4
votes

I am attempting to reference a procedure as a parameter of another procedure and am having trouble understanding the documentation.(http://docwiki.embarcadero.com/RADStudio/Sydney/en/Procedural_Types_(Delphi))

From what I understood I need to create a new type for the procedure..

type
  TCallback = procedure of object;

and declare the higher order procedure as procedure HigherOrder(pProc: TCallback);

I receive the compilation error " E2010 Incompatible types: 'TCallBack' and 'procedure, untyped pointer or untyped parameter' " when attempting to call the function(when the button is clicked)

type
  TCallBack = procedure of object;
  TfrmMain = class(TForm)
    btnAct: TButton;
    procedure btnActClick(Sender: TObject);
  private
    procedure HigherOrder(pProc: TCallback);
    procedure Callback();
    { Private declarations }
  public
    { Public declarations }
  end;

var
  frmMain: TfrmMain;

implementation

{$R *.dfm}

{ TfrmMain }

procedure TfrmMain.btnActClick(Sender: TObject);
begin
  HigherOrder(Callback()); <--Error occurs here
end;

procedure TfrmMain.Callback;
begin
  //Do some stuff
end;

procedure TfrmMain.HigherOrder(pProc: TCallback);
begin
  //Do some other stuff
  pProc();
end;

end.

Any help is greatly appreciated. I am quite new to programming in delphi.

1

1 Answers

11
votes

The problem is that you are calling Callback() first and then trying to pass its return value (which, it doesn't have one) to HigherOrder(), but that is not what HigherOrder() is expecting, which is why you are getting the error. In other words, your code is roughly equivalent to this:

procedure TfrmMain.btnActClick(Sender: TObject);
begin
  //HigherOrder(Callback());
  var res := Callback();
  HigherOrder(res);
end;

Except that the type of res is undefined since Callback() is a procedure and not a function.

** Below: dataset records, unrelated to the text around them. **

@pytest.mark.parametrize(
    ("line", "expected"),
    [
        (
            "bias_max: 1 pA",
            "mine.yaml:{}: error: bias_typical 20 pA is above bias_max 1 pA\n"
            "    why: bias_typical <= bias_max holds for every part\n"
            "    fix: exchange them or check the units",
        ),
        (
            "swing_high: 28 V",
            "mine.yaml:{}: error: swing_low and swing_high leave nothing of supply_most 30 V\n"
            "    why: both are headrooms from the rails\n"
            "    fix: write how far from each rail, not how far from 0 V",
        ),
        (
            "slew_rate: 13",
            "mine.yaml:5:16: error: slew_rate: '13' is not a slew rate\n"
            "    why: a slew rate is a number and one of V/s, V/ms, V/µs\n"
            "    fix: write it like 13 V/µs",
        ),
        (
            "input: fet",
            "mine.yaml:5:12: error: input: 'fet' is not known here\n"
            "    why: known here: jfet, cmos, bipolar\n"
            "    fix: use one of the known words",
        ),
        (
            "phase_reversal: maybe",
            "mine.yaml:5:21: error: phase_reversal: 'maybe' is neither yes nor no\n"
            "    why: this says whether something is so\n"
            "    fix: write yes or no",
        ),
    ],
)
def test_amplifier_errors(messages, line, expected):
    found = messages(AMPLIFIER.replace("    source: memory\n", f"    source: memory\n    {line}\n"))
    first = found.splitlines()[0].removeprefix("mine.yaml:").partition(": error")[0]
    assert found == expected.format(first)


def test_an_amplifier_in_no_standard_package(messages):
    assert messages(AMPLIFIER.replace("sections: 2", "sections: 4")) == (
        "mine.yaml:6:37: error: 4 sections in 8 pins have no standard pin numbers\n"
        "    why: two sections come in 8 pins, four in 14\n"
        "    fix: check sections and pin_count"
    )


def test_a_row_lacks_what_others_have(messages):
    text = AMPLIFIER + "      - {key: my-quad, sections: 4, body: dip14}\n"
    assert messages(text) == (
        "mine.yaml:7:9: error: this row of 'mine' has no dissipation\n"
        "    why: what is not stated is not guessed\n"
        "    fix: add what the maker says"
    )


def test_a_control_with_the_wrong_taper(messages):
    text = """\
families:
  mine:
    like: control-9mm
    source: memory
    parts:
      - {taper: log, middle: 85 %, values: [1 MΩ]}
"""
    assert messages(text) == (
        "mine.yaml:6:22: error: middle is 85 % on a log taper\n"
        "    why: half way a linear control stands at 50 %, a log one below, a reverse-log one above\n"
        "    fix: check taper and middle"
    )


def test_a_capacitor_says_how_it_leaks(messages):
    text = """\
families:
  mine:
    kind: capacitor
    description: Capacitor
    dielectric: film-pp
    body: ceramic-radial
    tolerance: 5 %
    series: E6
    voltage: 63 V
    derating: 80 %
    source: memory
    values: [1 µF]
"""
    assert messages(text) == (
        "mine.yaml:2:3: error: the family 'mine' has no insulation_resistance, insulation_time, leakage_rate "
        "or leakage_floor\n"
        "    why: what is not stated is not guessed\n"
        "    fix: add what the maker says"
    )
    polar = text.replace("film-pp", "electrolytic").replace("    source", "    leakage_floor: 3 µA\n    source")
    assert messages(polar) == (
        "mine.yaml:5:5: error: the dielectric electrolytic is not stated to be polarised\n"
        "    why: an electrolytic is polarised, every other kind is not\n"
        "    fix: correct polarised, or write bipolar-electrolytic"
    )


def test_a_diode_curve_must_rise(messages):
    text = """\
families:
  mine:
    like: schottky-do41
    source: memory
    parts:
      - {key: my-diode, reverse_voltage: 40 V, forward: {1 A: [0.5 V, 0.6 V], 1 mA: [0.2 V, 0.3 V]}}
      - {key: other, reverse_voltage: 40 V, forward: {1 A: [0.7 V, 0.6 V]}}
"""
    assert messages(text) == (
        "mine.yaml:6:57: error: forward does not rise from point to point\n"
        "    why: drops between the points are interpolated over the current\n"
        "    fix: write it like {1 mA: [0.2 V, 0.3 V], 1 A: [0.5 V, 0.6 V]}, by rising current\n"
        "mine.yaml:7:61: error: forward at 1 A: the typical drop 0.7 V is above the greatest, 0.6 V\n"
        "    why: the greatest is what the maker promises of every part\n"
        "    fix: write the typical drop first"
    )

When calling HigherOrder(), you need to remove the trailing () parenthesis from Callback() in order to pass Callback itself (well, its memory address, anyway) as the value of the pProc parameter, eg:

procedure TfrmMain.btnActClick(Sender: TObject);
begin
  HigherOrder(Callback);
end;

Yes, you can also drop the parenthesis when calling a procedure without passing any parameters to it. But, in this case, the compiler is smart enough to know that the parenthesis-omitting Callback identifier is being assigned to a closure type and so will pass it as-is and not call it.